Presentation Bias Analysis

  • Beyond Position Bias- Examining Result Attractiveness as   a Source of Presentation Bias in Clickthrough Data
    Author: Yisong Tue, yyue@cs.cornell.edu
    Abstract: In this paper, we examine result summary attractiveness as a potential source of presentation bias. This study distinguishes itself from prior work by aiming to detect systematic biases in click behavior due to attractive summaries inflating perceived relevance. Our experiments conducted on the Google web search engine show substantial evidence of presentation bias in clicks towards results with more attractive titles.

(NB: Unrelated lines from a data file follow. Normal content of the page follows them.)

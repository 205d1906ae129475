/* answer.h - from fitted rows to weights, placement and forecast. */
#ifndef LOPSIDE_SOLVE_ANSWER_H
#define LOPSIDE_SOLVE_ANSWER_H

#include <complex.h>
#include <stdbool.h>
#include <stddef.h>

#include "solve/menu.h"
#include "solve/model.h"
#include "solve/place.h"

struct answer_zone { /* of ISO 20816-3; rms, SI */
    bool given;
    enum quantity quantity;
    double before, after, limits[3];
    bool overall; /* false: of 1x alone */
};

struct answer_forecast {
    const struct model_row *row; /* borrowed */
    double complex before, after;
    double variance; /* complex, of the next reading about `after` */
    double range[2]; /* 95 % of the next reading, SI peak */
    double chance;   /* NaN without a target */
    struct answer_zone zone;
};

struct answer_residual { /* kg m; NaN: not known */
    double before, after, after_95, permissible;
};

struct answer {
    const struct model *model;    /* borrowed */
    int base;                     /* run whose weights stay on; -1: all is relative to as found */
    size_t planes, rows;          /* rows: in the aim and good */
    const struct model_row **row; /* owned array of borrowed rows */
    struct posterior *posterior;  /* owned: rows, relative to what is mounted */
    double *scale;                /* owned: 1/SI, makes rows comparable */
    double *se;              /* owned: SI, root of the complex variance of a reading of the row */
    double complex *mounted; /* owned: planes, what stays on, kg */
    double complex *weights; /* owned: planes, the ideal weight to add, kg */
    double complex *full; /* owned: planes, the ideal weight without regard to what comes first */
    bool static_only;     /* `weights` are the static part alone; the couple comes later */
    double complex static_alone; /* kg m, two planes: the best of both planes alike */
    double left_alone, left;   /* root of expected squared vibration over that of now; two planes */
    double complex *classical; /* owned: planes, least squares */
    double *ellipse;           /* owned: (2 planes)^2 covariance of `classical`, widened where the
                                  scatter is of few degrees of freedom: chi-square's 95 % then holds */
    double condition;          /* number; INFINITY where there are fewer rows than planes */
    double complex *weak;      /* owned: planes, the pattern of weights seen least */
    double complex *forms;     /* owned: rows x (planes+1)^2 */
    double complex *certain;   /* owned: the same without what is not known */
    double floor;              /* of the noise, J units (place.h) */
    struct place_result placement; /* owned */
    bool placed;
    bool opposed; /* pieces of the placement work against each other, or partly do (lighter.h) */
    bool has_unopposed;                /* there is an answer where none do, or with less mass */
    struct place_result unopposed;     /* owned: that answer */
    double complex *placed_weights;    /* owned: planes */
    struct answer_forecast *forecasts; /* owned: one a good row of the model, aim or not */
    size_t forecast_count;
    struct answer_residual *residuals; /* owned: planes */
    bool has_residual;
    char basis[120]; /* of the permissible residual */
};

enum answer_error { ANSWER_OK = 0, ANSWER_NO_MEMORY = -1, ANSWER_FAILED = -2 };

/* Gathers the rows, rebases them to aim.mounted, scales them: each relative to its target where one
 * has a target, else in the shown quantity if all share it, else relative to as found. Judges the
 * condition number. */
int answer_init(struct answer *answer, const struct model *model)
    __attribute__((warn_unused_result));
/* The same relative to run `base` (-1: to as found) instead of aim.mounted. */
int answer_init_at(struct answer *answer, const struct model *model, int base)
    __attribute__((warn_unused_result));
void answer_release(struct answer *answer); /* safe on a zeroed struct */

/* The least-squares and the ideal weight. Needs a finite condition number. */
int answer_correct(struct answer *answer) __attribute__((warn_unused_result));

/* What to fit now: the ideal weight where every plane takes any mass at any angle, else the search.
 */
int answer_place(struct answer *answer) __attribute__((warn_unused_result));

/* The search over all that the sheet allows, on plane p within arc[p] where that is less than all
 * around; arc NULL: everywhere. nodes: as in place.h. *done: `found` is to be released. */
int answer_search(const struct answer *answer, const struct menu_arc *arc, long nodes,
                  struct place_result *found, bool *done) __attribute__((warn_unused_result));

/* The noise of the placement's rule (place.h) about the weights w (planes). */
double answer_noise(const struct answer *answer, const double complex *w);

/* Run `run` carries weights that were meant to correct: they leave less than half of the as-found
 * vibration (aim.mounted unset: everything could come off). *as_good: what is placed beats them by
 * no more than the noise. False: no memory, or no such run. */
bool answer_corrected_by(const struct answer *answer, int run, bool *as_good);

/* True where something placed lowers the expected vibration beyond the noise. */
bool answer_helps(const struct answer *answer);

#endif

Personalized Click Prediction

  • Matchbox-Large Scale Online Bayesian Recommendations
    Author: David Stern, dstern@microsoft.com
    Abstract:
    We present a probabilistic model for generating personalised recommendations of items to users of a web service. The Matchbox system makes use of content information in the form of user and item meta data in combination with collaborative filtering information from previous user behavior in order to predict the value of an item for a user. Users and items are represented by feature vectors which are mapped into a low-dimensional ‘trait space’ in which similarity is measured in terms of inner products. The model can be trained from different types of feedback in order to learn user-item preferences.
  • Discovering and Using Groups to Improve Personalized Search
    Author: Jaime Teevan, teevan@microsoft.com
    Abstract:
    Personalized Web search takes advantage of information about an individual to identify the most relevant results for that person. To better understand whether groups of people can be used to benefit personalized search, we explore the similarity of query selection, desktop information, and explicit relevance judgments across people grouped in different ways. The groupings we explore fall along two dimensions: the longevity of the group members’ relationship, and how explicitly the group is formed. We find that some groupings provide valuable insight into what members consider relevant to queries related to the group focus, but that it can be difficult to identify  valuable groups implicitly. Building on these findings, we explore an algorithm to "groupize" (versus "personalize") Web search results that leads to a significant improvement in result ranking on group-relevant queries.
  • Personalized Click Prediction in Sponsored Search
    Author: Haibin cheng, hcheng@yahoo-inc.com
    Abstract: The objective of this paper is to present a framework for the personalization of click models in sponsored search. We develop user-specific and demographic-based features that reflect the click behavior of individuals and groups. The features are based on observations of search and click behaviors of a large number of users of a commercial search engine. We add these features to a baseline non-personalized click model and perform experiments on offline test sets derived from user logs as well as on live traffic. Our results demonstrate that the personalized models significantly improve the accuracy of click prediction.